Process photo of artist Daniela Ben-Bessat’s eel-cam.

November 28 – Public Art Selection Committee, led by Dirt Palace and Steel Yard artist facilitated, and incorporating neighborhood champions, meets to refine and finalize request for public art qualifications/proposals to be sited along San Souci Drive and in Riverside Park.

December 2018


Woonasquatucket River Greenway Arts: Temporary Art

Selected artists will design, fabricate and install temporary public art that will enhance the design of civic infrastructure (the greenway) by improving people’s experiences of using this place and interacting with its natural ecology and cultural amenities. This project is funded by the National Endowment for the Arts and as such, the art/artist selection process will be implemented with project partners. APPLICATION CLOSED

December 5 – Dirt Palace Storefront Window Gallery installation, “Stormwater” by Shey Rivera, goes on view.

Still from an animated gif created for artist Shey Rivera Rios’ storefront gallery display

December 19
Dirt Palace Storefront Window Gallery Artist Talk with Shey Rivera
6:00PM – 7:30PM
Dirt Palace, 14 Olneyville Sq.

Shey Rivera Ríos (pronouns: they/them) is an arts manager and multi-genre artist active in the mediums of performance, installation, digital media, and poetry/narrative. The creations spam several genres and a myriad of topics, from home to capitalism to queerness to magic. As an arts manager, Rivera engages with art and culture as a catalyst for social change through placekeeping, community-driven design, cross-sector partnerships, and creative industries. Rivera is also a performance curator and producer of interventions that activate people creatively. They are an active member of the National Association of Latino Arts and Culture (NALAC) and board member of the Alliance of Artist Communities. They are also a Fellow of the Intercultural Leadership Institute (ILI), a Brown University Public Humanities Community Fellow, and have completed residencies in Santiago, Chile, at the Museo de Arte Contemporaneo de Santiago alongside Las Proceres feminist collective; and in Pittsburgh, PA, at City of Asylum and BOOM Concepts Gallery. “Stormwater” is a mixed media installation reflecting on the environmental issue of storm runoff in urban settings. The piece pushes back on urban renewal by proposing green space instead of more concrete developments. The sunflower is Yoruba deity Oshun, goddess of the river. This is a digital prayer/spell that becomes physical in the predominantly Latinx neighborhood of Olneyville.

January 2019


January 2 – Public Art RFQ Deadline.

January 10  – Public Art RFP goes to shortlisted artists

January 12 – Closing of Dirt Palace Storefront Window Gallery installation, “Stormwater,” by Shey Rivera.

January 18
Dirt Palace Storefront Window Gallery Artist Talk with STO LEN and luthier, musician and Woonasquatucket paddle guide Erik Tallery
6:00PM – 7:30PM
Dirt Palace, 14 Olneyville Sq.

STO LEN is a NY-based artist and waterway worker, who came to Providence this past December to get to know the Woonasquatucket.
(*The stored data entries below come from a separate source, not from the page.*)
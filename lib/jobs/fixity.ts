// The fixity queue `lobeline-fixity` (C10/C11, issue 14): a BullMQ job scheduler `fixity-rolling` adds a
// `fixity-batch` job every LOBELINE_FIXITY_EVERY (lib/env.ts); each job runs one batch of the rolling plan
// (lib/stewardship/fixity.ts runFixityBatch). A steward's "check now" adds a one-off job with a batch size of its own.
// Any number of workers may run: BullMQ hands each job to one of them, and the scheduler is one entry in Redis
// however many workers upsert it.
import { type Job, Queue, Worker } from 'bullmq';
import { z } from 'zod';
import { getEnv } from '@/lib/env';
import { AppError } from '@/lib/errors';
import { log } from '@/lib/log';
import { createRedisConnection } from '@/lib/queue/connection';
import { type FixityRunSummary, runFixityBatch } from '@/lib/stewardship/fixity';

const flog = log.child({ surface: 'fixity', part: 'worker' });

export const FIXITY_QUEUE = 'lobeline-fixity';
export const FIXITY_SCHEDULER_ID = 'fixity-rolling';
/** Hashing awaits between ranges, so the lock timer keeps a long batch alive. */
export const FIXITY_LOCK_MS = 30_000;

export const fixityJobDataSchema = z.object({
  /** Files to check in this run (absent: the rolling plan's batch size). */
  limit: z.number().int().min(1).max(100_000).optional(),
  /** These files instead of the least-recently-checked ones. */
  rawFileIds: z.array(z.number().int().positive()).min(1).max(1000).optional(),
  triggeredBy: z.number().int().positive().nullable().optional(),
});
export type FixityJobData = z.infer<typeof fixityJobDataSchema>;

type Cache = { queue?: Queue<FixityJobData> };
const g = globalThis as typeof globalThis & { __lobelineFixityQueue?: Cache };
if (!g.__lobelineFixityQueue) g.__lobelineFixityQueue = {};
const state: Cache = g.__lobelineFixityQueue;

export function getFixityQueue(): Queue<FixityJobData> {
  if (!state.queue) {
    state.queue = new Queue<FixityJobData>(FIXITY_QUEUE, {
      connection: createRedisConnection('fixity-queue', { mode: 'fail-fast' }),
      defaultJobOptions: {
        attempts: 3,
        backoff: { type: 'exponential', delay: 10_000 },
        removeOnComplete: 50,
        removeOnFail: 50,
      },
    });
  }
  return state.queue;
}

export async function closeFixityQueue(): Promise<void> {
  const q = state.queue;
  state.queue = undefined;
  if (q) await q.close();
}

/** Sets (or, with LOBELINE_FIXITY_EVERY=off, removes) the repeatable schedule. Idempotent. */
export async function scheduleFixity(): Promise<{ everyMs: number }> {
  const everyMs = getEnv().LOBELINE_FIXITY_EVERY;
  const q = getFixityQueue();
  if (everyMs <= 0) {
    await q.removeJobScheduler(FIXITY_SCHEDULER_ID);
    return { everyMs: 0 };
  }
  await q.upsertJobScheduler(FIXITY_SCHEDULER_ID, { every: everyMs }, { name: 'fixity-batch', data: {} });
  return { everyMs };
}

/** A one-off run now (the steward's button); returns the BullMQ job id. */
export async function enqueueFixityRun(data: FixityJobData): Promise<string> {
  try {
    const job = await getFixityQueue().add('fixity-now', fixityJobDataSchema.parse(data));
    return String(job.id);
  } catch (err) {
    throw new AppError('unavailable:queue', { cause: err, retryAfterSeconds: 60 });
  }
}

async function handle(job: Job<FixityJobData>): Promise<Omit<FixityRunSummary, 'failures'> & { failed: number }> {
  const parsed = fixityJobDataSchema.safeParse(job.data ?? {});
  const data = parsed.success ? parsed.data : {};
  const { failures, ...rest } = await runFixityBatch({
    limit: data.limit,
    rawFileIds: data.rawFileIds,
    triggeredBy: data.triggeredBy ?? null,
  });
  return { ...rest, failed: failures.length };
}

export function startFixityWorker(options: { name?: string; schedule?: boolean } = {}): {
  worker: Worker<FixityJobData>;
  close: () => Promise<void>;
} {
  const connection = createRedisConnection('fixity-worker');
  const worker = new Worker<FixityJobData>(FIXITY_QUEUE, handle, {
    connection,
    concurrency: 1,
    name: options.name,
    lockDuration: FIXITY_LOCK_MS,
  });
  worker.on('error', (err) => flog.warn('fixity worker error', { err }));
  if (options.schedule !== false) {
    void scheduleFixity().then(
      ({ everyMs }) => flog.info('fixity schedule', { everyMs }),
      (err) => flog.warn('could not set the fixity schedule', { err }),
    );
  }
  let closed = false;
  return {
    worker,
    close: async () => {
      if (closed) return;
      closed = true;
      await worker.close();
      await connection.quit().catch(() => connection.disconnect());
    },
  };
}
On “waterwalks” that followed the river’s edge and a canoe trip through the most polluted sites, STO explored the more hidden areas of the river and documented his discoveries. Dark Side of the Woon features photographs, video, found artifacts, and site-specific mono prints. These “Chemotrophic Prints” were created with iron-oxidizing bacteria found near Lyman Mill Pond at the Centredale Superfund Site. Working en plein air (often from a boat), STO uses his own marbling-like process to print directly off of the surface of water with paper. The end results are ghostly imprints that contain both the natural and anthropogenic residue of the site’s history. Recent collaborations in the waterways of New York, Colombia, and Vietnam has enabled STO’s studio to be as large as a river and a practice that is both nomadic and global. Do you know the Woonasquatucket River? To know is to go. Its to see, feel, listen, smell, walk, ride, and even fall in. Its to share stories. To hop fences, feed the eels chicken, and have a secret spot. The Woon is ubiquitous yet unseen, its involuntary power of invisibility gets stronger the more we ignore it. While we have our backs to the water, it surges with power and endlessly flows through the city carrying with it a storied people’s history. Under the highways and bridges we made, under the ground we soiled, the Woony is live streaming, day and night, just for you. It is the bloodstream of the city, naturally pumping with fish and nutrients while seasoned with the industrial by-products of the revenue stream. The lab results show traces of dioxin and greed: toxicity but not a toxic city. “Dark Side of the Woon” documents STO’s initial trips on the Woonasqutucket, a journey that will continue to evolve over time. You can be part of his journey by signing up for a waterwalk here: stoishere@gmail.com

STO LEN - Dark Side of the Woon
STO LEN – Dark Side of the Woon

 

STO LEN - Dark Side of the Woon
STO LEN – Dark Side of the Woon

January 19 – Dirt Palace Storefront Window Gallery installation by STO LEN, “Dark Side of the Woon,” goes on view.

February 2019


February 10 – Deadline for Public Art RFP

February 20 – Public Artist selections and Art in City Life Commission approval

February 24 – Closing of “Dark Side of the Woon” installation by STO LEN at Dirt Palace Storefront Window Gallery.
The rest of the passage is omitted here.